Demand for better intelligence on travel spending is prompting a new wave of data integration that automatically matches booked to billed and expensed. End-to-end travel management has been promised for more than a decade, but actual benefits have yet to be widely documented. Several vendors now promise delivery of richer data sets for better decision-making.
Vendors including Concur Technologies, Hogg Robinson Group, KDS and Amadeus/SAP have recently touted end-to-end solutions that link four critical components of the travel process: booking, payment, expense reconciliation and data analysis. Deeper integration of booked, billed and payment data is also promoted by such providers as Hi-Mark Software, Cornerstone Information Systems, Prism Group, Tri-Pen TravelMaster and TRX?Inc.
Simply by integrating automated expense reporting and payment feeds, companies surveyed for a Visa/Deloitte Consulting report in 2002 cited annual savings of $900,000 to $4.5 million. Surveyed companies derived savings primarily from more efficient expense reporting processes for employees and accounts payable departments.
The improvement in next-generation solutions is in automatically matching bookings with electronic feeds of line-item billed data. This eases the travel reconciliation process for travelers and provides the company with richer data to analyze, compare and leverage. Key to this delivery is automating both the booking and expense ends of the travel process, integrating payment feeds and encouraging travelers to use the payment card for as much of their expenses as possible.

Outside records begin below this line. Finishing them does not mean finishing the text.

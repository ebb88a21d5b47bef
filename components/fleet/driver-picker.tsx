import { useId, useState } from 'react';
import { StyleSheet, View } from 'react-native';
import { Button } from '@/components/ui/button';
import { Text } from '@/components/ui/text';
import { spacing } from '@/components/theme/tokens';
import { licenceEndsAt } from '@/shared/domain/fleet';
import type { DriverProfile } from '@/shared/schemas/fleet';
import { ChoiceRow, type ChoiceBadge } from './choice-row';
import { driverSummary, licenceFlag } from './fleet-words';

export type DriverNeeds = {
  /** The chosen vehicle's stage and the level it needs. */
  stage?: string;
  minLevel?: number;
  /** The end of the window (an instant), to flag a licence that runs out before it. */
  endsAt?: string | null;
};

/** Flags for one driver against what the booking needs, in words (a preview; the server decides). */
export function driverBadges(driver: DriverProfile, needs: DriverNeeds): ChoiceBadge[] {
  const out: ChoiceBadge[] = [];
  const flag = licenceFlag(driver);
  if (flag) out.push(flag);
  if (needs.minLevel !== undefined && driver.drivingLevel < needs.minLevel) {
    out.push({ label: `Below level ${needs.minLevel}${needs.stage ? ` for ${needs.stage}` : ''}`, tone: 'warning' });
  }
  if (driver.licenceExpiry && !driver.licenceExpired && needs.endsAt && licenceEndsAt(driver.licenceExpiry) < Date.parse(needs.endsAt)) {
    out.push({ label: 'Licence ends before the window does', tone: 'warning' });
  }
  return out;
}

/** The roster as a single choice: level, HV awareness and licence, with its flags, on every row. */
export function DriverPicker({
  label = 'Driver',
  drivers,
  value,
  onChange,
  needs = {},
  error,
  hideLabel = false,
  testID = 'book-driver',
}: {
  label?: string;
  drivers: readonly DriverProfile[];
  value: string | null;
  onChange: (userId: string) => void;
  needs?: DriverNeeds;
  error?: string;
  /** A heading above already says it; the label stays for screen readers. */
  hideLabel?: boolean;
  testID?: string;
}) {
  const labelId = `${useId().replace(/[^a-zA-Z0-9_-]/g, '')}-label`;
  const [browsing, setBrowsing] = useState(!value);
  const chosen = drivers.find((d) => d.userId === value);
  const shown = !browsing && chosen ? [chosen] : drivers;
  return (
    <View style={styles.field}>
      <Text variant="label" nativeID={labelId} style={hideLabel ? styles.visuallyHidden : undefined}>
        {label}
      </Text>
      <View role="radiogroup" aria-labelledby={labelId} testID={testID} style={styles.list}>
        {shown.map((driver) => (
          <ChoiceRow
            key={driver.userId}
            title={driver.name}
            subtitle={driverSummary(driver)}
            badges={driverBadges(driver, needs)}
            selected={driver.userId === value}
            onPress={() => {
              onChange(driver.userId);
              setBrowsing(false);
            }}
            testID={`${testID}-${driver.userId}`}
          />
        ))}
      </View>
      {!browsing && chosen ? (
        <Button label="Choose another driver" variant="secondary" compact onPress={() => setBrowsing(true)} testID={`${testID}-change`} />
      ) : null}
      {error ? (
        <Text variant="caption" tone="danger" aria-live="polite" testID={`${testID}-error`}>
          {error}
        </Text>
      ) : null}
    </View>
  );
}

const styles = StyleSheet.create({
  field: {
    gap: spacing.sm,
    alignSelf: 'stretch',
  },
  list: {
    gap: spacing.xs,
  },
  visuallyHidden: {
    position: 'absolute',
    width: 1,
    height: 1,
    overflow: 'hidden',
    opacity: 0,
  },
});
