import { PhotoPicker } from '@/components/photos/photo-picker';

/**
 * Walk-around photos for a check-out or check-in: picked, resized and uploaded to the vehicle
 * like every other photo (the photo picker), kept in the form once sent and linked to the check
 * by id. Each photo keeps one Idempotency-Key across retries.
 */
export function WalkAroundPhotos({
  assetId,
  onChange,
  testID,
}: {
  assetId: string;
  /** The ids of the photos sent so far, and whether any is still on its way. */
  onChange: (state: { photoIds: string[]; busy: boolean }) => void;
  testID: string;
}) {
  return (
    <PhotoPicker
      assetId={assetId}
      heading="Walk-around photos (optional)"
      label="Take photo"
      againLabel="Take another photo"
      name="Walk-around photo"
      keepSent
      onChange={onChange}
      testID={`${testID}-photo`}
      rowTestID={`${testID}-photo`}
    />
  );
}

It's been more than a decade since online booking, expense reporting, e-folio and end-to-end were first heralded as the next great advancements in travel management. Online booking in the U.S. has reached an estimated 37 percent penetration level within corporations and is expected to climb to nearly 48 percent by 2008, according to research firm PhoCusWright. Automated expense reporting adoption also is growing, with penetration estimates of 15 percent, according to market research by vendors Gelco and Concur, or 40 percent, according to consulting firm PayStream Advisors. All predicted rapid adoption over the next year by large and mid-size companies.
Aberdeen Research in an August report said usage of card products--procurement, business cards and fleet--for business expenses is less than 50 percent overall, but has been adopted by more than three-quarters of "best practice" companies. Growing volumes charged to American Express, MasterCard and Visa business cards also indicate that something is driving greater usage of these payment options. In 2005, the commercial cards of Visa and MasterCard generated $222.4 billion in goods and services purchasing , up nearly 24 percent from 2004, according to payment industry newsletter The Nilson Report. Purchasing cards rang up nearly 29 percent of commercial card totals, while corporate cards (including MasterCard's MultiCard) accounted for almost 11 percent. The bulk of the charges were from small business credit and debit cards.
Electronic folio databy year-end is expected to be available from more than North American 12,000 hotel properties for MasterCard cardholders. American Express and Visa, likewise, are receiving hotel e-folio feeds from thousands of hotel properties, including such chains as Choice, Hilton and Marriott. Randy Jones, director of enterprise accounting services at Marriott International, said "60 percent to 80 percent of spend at global corporations will be funneled into these reports" in 2007.
At its user group meeting last month, Concur announced plans to release by mid-year the new eReceipt feature of its integrated Cliqbook booking and Concur expense suite. Concur has been pulling in card data from every source clients use, said president Rajeev Singh, but the new product would have the ability to pipe in electronic receipts from travel vendors--initially Hertz and Hilton--and eliminate the need for paper. Concur plans to automatically match receipts to payment feeds and bookings, and, to incentivize travelers, include an eReceipts icon in its booking tool for listings of participating vendors. Concur said the eReceipts would be "IRS-approved."
Spendvision and majority owner HRG also are integrating line-item detail from payment cards--as well as from mobile phone bills--offering increased insight into total spend and analysis.